6.3 Collision avoidance and mitigation techniques

6.4 Bumping post with more impact tolerance

Bumping post, also known as bumper block, buffer stop, is an attenuating safety device placed at the end of terminating track to stop unauthorized movement. In the NJT accident at Hoboken Terminal, the bumping post (an exemplar shown in Figure 8(a)) located at the end of the tracks was overrode and destroyed by the accident trains. NTSB (2018a) concluded that the bumping post at the accident location did not by itself provide protection at passenger stations adequately. The fixed bumping posts, of the type employed at Hoboken Terminal can only offer tolerance and protection for low-speed impact. In theory, a train transfers enormous kinetic energy to the bumping post in an impact (e.g. end-of-track collision) and can easily exceed the bumper’s tolerance. After hitting the bumping post, the accident train stuck a wall of the terminal and also led to one person on the passenger platform died due to the falling debris from the Hoboken Terminal.

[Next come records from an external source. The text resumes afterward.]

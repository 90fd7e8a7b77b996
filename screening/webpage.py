"""index.html: the run as one self-contained page for a browser (a shared drive, an intranet).

One file, no remote fetch, no external script, stylesheet or font: the CSS and the script
(``templates/index.css``, ``templates/index.js``) are inlined, the distribution chart is the
SVG of ranking.pdf (``charts.ratio_histogram``) inline, and the buildings are JSON inside a
``<script type="application/json">`` element, with ``<``, ``>`` and ``&`` written as
``\\u003c``… so that no value can close the element. The page shows the run summary, this
quarter's audit plan and a table of every building that sorts and filters in the browser;
its state (sort and filters) lives in the URL's hash, e.g.
``index.html#sort=cost-desc&tier=Audit%20first&q=school``. Every text goes through jinja2's
autoescape (HTML) or ``textContent`` (the script), never markup built from data.

The same results give the same bytes (no clock, no random values in the page).
"""

from __future__ import annotations

import json
import math
from fractions import Fraction
from pathlib import Path
from typing import Any
from urllib.parse import quote

import jinja2
import numpy as np
import polars as pl
from markupsafe import Markup

from . import screen
from .outputs import Display
from .render import charts
from .render.display import STANDARD_CAUTION, fmt_money, fmt_num, fmt_pct
from .render.savings_page import hit_rate_lines
from .resources import templates_dir
from .wording import fmt

#: What the page's "look for" column says when the evidence names no mechanism but the use rose.
STEP_UP_KIND = "what changed"
#: … and when there is excess to recover but no mechanism stands out.
NOT_TOLD_APART = "not told apart"
#: The tiers whose buildings are worth a visit (screen.TIERS: the plan, then the ones after it).
VISIT_TIERS = tuple(name for name, _m in screen.TIERS[:2])

#: The link texts and files of the run's other outputs, shown at the top of the page.
OTHER_OUTPUTS = (
    ("ranking.pdf", "the portfolio report (PDF)"),
    ("ranking.xlsx", "the tables as a workbook"),
    ("ranking.csv", "the ranking (CSV)"),
    ("audit_plan.csv", "the audit plan (CSV)"),
    ("data_issues.csv", "data issues (CSV)"),
    ("rejects.csv", "rejected input rows (CSV)"),
)


#: What a JSON text inside a ``<script>`` element escapes beyond JSON itself: ``<``, ``>``, ``&`` (no value
#: can end the element or open a comment) and the two JavaScript line separators.
SCRIPT_ESCAPES = (("&", "\\u0026"), ("<", "\\u003c"), (">", "\\u003e"), ("\u2028", "\\u2028"), ("\u2029", "\\u2029"))
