@value_class(frozen=True)
class EdgeGrid:
    """The time grid of one unit edge and the circuit solved on it.

    Attributes
    ----------
    t : numpy.ndarray
        Sample times, ``arange(n + 1) * dt``. [s]
    sections : list of (float, float)
        ``(z0, td)`` of the sections with a delay. [Ω, s]
    c_lumped_far : float
        Far-end capacitance with the sections that have no delay. [F]
    c_total : float
        Every capacitance of the line and its loads (the lumped model's load). [F]
    distributed : bool
        Whether the chain of lines is solved. [1]
    t_end : float
        The record's length asked for. [s]
    n_first : int
        Samples of the first record, the first of ``t`` (all of them when there is no
        shorter first record: a lumped edge, a lengthened record). [1]
    rest : int
        The first record's last samples that must stay at rest for it to be kept
        (:func:`at_rest`); 0 without a first record. [1]
    """

    t: np.ndarray
    sections: list
    c_lumped_far: float
    c_total: float
    distributed: bool
    t_end: float
    n_first: int
    rest: int


def edge_grid(stretches: Sequence[Stretch], r_source: float, t_ramp: float, c_far: float,
              distributed: bool, t_end: float | None = None) -> EdgeGrid:
    """The grid :func:`simulate_edge` solves a unit edge on (see its notes): the record's
    first length unless ``t_end`` is given (each lengthening multiplies it by 3), with
    the shorter first record of a chain of lines within it."""
    c_line = sum(s.c for s in stretches)
    c_total = c_line + c_far
    tau = r_source * c_total
    # a section far shorter than the ramp counts as a capacitance (wf.LUMP_FRACTION: its
    # delay would set the step for no visible change), at the far end as one without a
    # delay does
    solved = [s.td > 0.0 and not wf.is_short(s.td, t_ramp) for s in stretches]
    sections = _joined([(s.z0, s.td) for s, x in zip(stretches, solved, strict=True) if x])
    c_lumped_far = c_far + sum(s.td / s.z0 if s.td > 0.0 else s.c
                               for s, x in zip(stretches, solved, strict=True) if not x)
    delays = [td for _, td in sections]
    distributed = distributed and bool(sections)
    first = distributed and t_end is None
    if t_end is None:
        t_end = t_ramp + _SETTLE_TAUS * tau + (_SETTLE_DELAYS * sum(delays) if distributed
                                               else 0.0)
        t_end = max(t_end, 1e-12)
    if distributed:  # the far end's corner: its capacitance against the last line
        dt = wf.choose_step(delays, t_ramp, tau=sections[-1][0] * c_lumped_far)
    else:  # exact at any sample: the step only has to sample the edge
        dt = wf.choose_step([], 0.0, tau=max(t_ramp, tau))
    dt = max(dt, t_end / _MAX_STEPS)
    d_min = min(delays) if distributed else math.nan
    if distributed:
        dt = d_min / math.ceil(d_min / dt)
    t = _grid(t_end, dt, d_min)
    t_first = _first_length(sections, r_source, t_ramp, c_lumped_far) if first else None
    n_first = None if t_first is None else _same_step(t, math.ceil(t_first / dt) + 1)
    if n_first is None:
        return EdgeGrid(t, sections, c_lumped_far, c_total, distributed, t_end, t.size, 0)
    return EdgeGrid(t, sections, c_lumped_far, c_total, distributed, t_end, n_first,
                    math.ceil(_REST_DELAYS * sum(delays) / dt))


def _joined(sections: list) -> list:
    """Neighbouring sections of one impedance as one line of their summed delay: with no
    pin between them (a chain's pins are at its far end) nothing reflects where they
    meet, so the line is the same, and the solver's work grows with its sections."""
    out: list = []
    for z0, td in sections:
        if out and out[-1][0] == z0:
            out[-1] = (z0, out[-1][1] + td)
        else:
            out.append((z0, td))
    return out


def _same_step(t: np.ndarray, n: int) -> int | None:
    """The first length from ``n`` whose samples of ``t`` give the solver the step the
    whole of ``t`` gives it (it reads the step off a grid's last sample, which can move
    it by a unit in the last place), or None (none within a few samples, or not
    shorter than ``t``)."""
    whole = t[-1] / (t.size - 1)
    for m in range(n, min(n + 64, t.size - 1)):
        if t[m - 1] / (m - 1) == whole:
            return m
    return None


def _first_length(sections: list, r_source: float, t_ramp: float,
                  c_far: float) -> float | None:
    """The first record's length (see :func:`simulate_edge`), or None for a chain whose
    source or junctions reflect more than ``_FIRST_REFLECTION`` (it rings for longer)."""
    z = [z0 for z0, _ in sections]
    worst = max([abs(r_source - z[0]) / (r_source + z[0])]
                + [abs(b - a) / (a + b) for a, b in zip(z[:-1], z[1:], strict=True)])
    if not worst <= _FIRST_REFLECTION:  # also NaN
        return None
    rounds = 1 + (math.ceil(math.log(_AT_REST) / math.log(worst)) if worst > 0.0 else 0)
    trip = 2.0 * sum(td for _, td in sections)
    return (t_ramp + rounds * trip + _REST_TAUS * z[-1] * c_far
            + _REST_DELAYS / 2.0 * trip)


def is_settled(unit: np.ndarray) -> bool:
    """Whether a unit response ends within 1 % of its final level."""
    return bool(abs(unit[-1] - 1.0) <= _SETTLED)


def keeps(g: EdgeGrid, unit: np.ndarray) -> bool:
    """Whether :func:`simulate_edge` keeps ``unit``, solved on the first samples of
    ``g.t``: at rest when it is shorter than the grid (the first record), else
    settled."""
    return at_rest(unit, g.rest) if unit.size < g.t.size else is_settled(unit)


def at_rest(unit: np.ndarray, rest: int) -> bool:
    """Whether the last ``rest`` samples of a unit response stay within ``_AT_REST``
    of its final level (:func:`simulate_edge`'s first record)."""
    return bool(unit.size > rest and np.max(np.abs(unit[-rest:] - 1.0)) <= _AT_REST)


def _unit_edge(stretches: Sequence[Stretch], r_source: float, t_ramp: float, c_far: float,
               distributed: bool) -> tuple[np.ndarray, np.ndarray, bool]:
    """The time grid, the unit response (0 -> 1) at the far end and whether it settled,
    for :func:`simulate_edge` (which the level of the edge only scales and shifts)."""
    g = edge_grid(stretches, r_source, t_ramp, c_far, distributed)
    if g.n_first < g.t.size:  # the first record, kept when the line is at rest
        t = g.t[:g.n_first].copy()
        with warnings.catch_warnings(record=True) as caught:
            warnings.simplefilter("always")  # a warning is left to the longer solve
            unit = wf.distributed_response(t, 1.0, t_ramp, r_source, g.sections,
                                           g.c_lumped_far).v
        if not caught and keeps(g, unit):
            return t, unit, True
    for extension in range(_MAX_EXTENSIONS + 1):
        if g.distributed:
            unit = wf.distributed_response(g.t, 1.0, t_ramp, r_source, g.sections,
                                           g.c_lumped_far).v
        else:
            unit = wf.lumped_response(g.t, 1.0, t_ramp, r_source, g.c_total).v
        settled = is_settled(unit)
        if settled or extension == _MAX_EXTENSIONS:  # the last record: kept unsettled
            break
        g = edge_grid(stretches, r_source, t_ramp, c_far, distributed, 3.0 * g.t_end)
    return g.t, unit, bool(settled)


def solve_edges(stretches: Sequence[Stretch], requests: Sequence[tuple]) -> None:
    """Solve together, into the run's memo, the unit edges :func:`simulate_edge` is about
    to ask for on one line: ``requests`` holds ``(r_source, t_ramp, c_far,
    distributed)`` of each (a driver's rise and fall).

    The distributed edges not yet held, on the first record :func:`_unit_edge` takes,
    are marched together (:func:`pinlib.physics.waveform.distributed_responses`: each
    record the single solve's to the last bit); each that :func:`_unit_edge` would
    keep (:func:`keeps`) is kept under its key.  Nothing is kept from a solve that
    warned or refused (the engine then solves and reports it itself), and nothing is
    done outside a run or for fewer than two edges to solve.
    """
    if not memo.active():
        return
    todo: dict = {}
    for r_source, t_ramp, c_far, distributed in requests:
        key = unit_edge_key(stretches, r_source, t_ramp, c_far, distributed)
        if key in todo or memo.known(key):
            continue
        try:
            g = edge_grid(stretches, r_source, t_ramp, c_far, distributed)
        except PinlibError:
            return
        if g.distributed:
            todo[key] = (g, (g.t[:g.n_first].copy(), 1.0, t_ramp, r_source, g.sections,
                             g.c_lumped_far))
    if len(todo) < 2:
        return
    with warnings.catch_warnings(record=True) as caught:
        warnings.simplefilter("always")
        try:
            got = wf.distributed_responses([case for _, case in todo.values()])
        except PinlibError:
            return
    if caught:
        return
    for (key, (g, case)), w in zip(todo.items(), got, strict=True):
        if keeps(g, w.v):
            memo.keep(key, (case[0], w.v, True))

In addition to the fixed bumping post that was implemented in the NJT accident, energy absorbing bumping posts (Figure 8(b)) are dynamic barriers that utilize friction mechanisms and hydraulic systems and can absorb relatively higher-speed impact. However, NTSB (2018a) pointed out that most terminals do not have the physical space for this type of bumping post, in particular for the friction mechanisms with extensive distance demand. Moreover, Moturu and Utterback (2018) identified that energy absorbing bumping posts are still limited in the amount of kinetic energy that they can tolerate and would have a large likelihood to fail at speeds over 10 mph. It means even if this type of bumping post was equipped, it still cannot bear the impact of the NJT train at Hoboken Terminal, which was traveling around 21 mph at the time of the accident. Therefore, it is essential to design and implement bumping posts with both higher impact tolerance and more practical function in the complex station areas. Figure 8 visually indicates how advanced bumping posts increase the level of safe train operations at passenger stations. Advanced bumping posts located at the end of the terminating track can strengthen the impact tolerance to the uncompliant train movements. As a result, the potential collision consequence (process output in Figure 8) under reinforcing collision protection device would be reduced.

It is acknowledged that there is always an upper limit of allowed impact speed for this impact absorbing device. In practice, bumping post should be coupled with the aforementioned end-of-track collision risk mitigation strategies (e.g. OSA screening program, train protection systems, comprehensive SSPP) to effectively prevent end-of-track collisions in the nationwide rail system.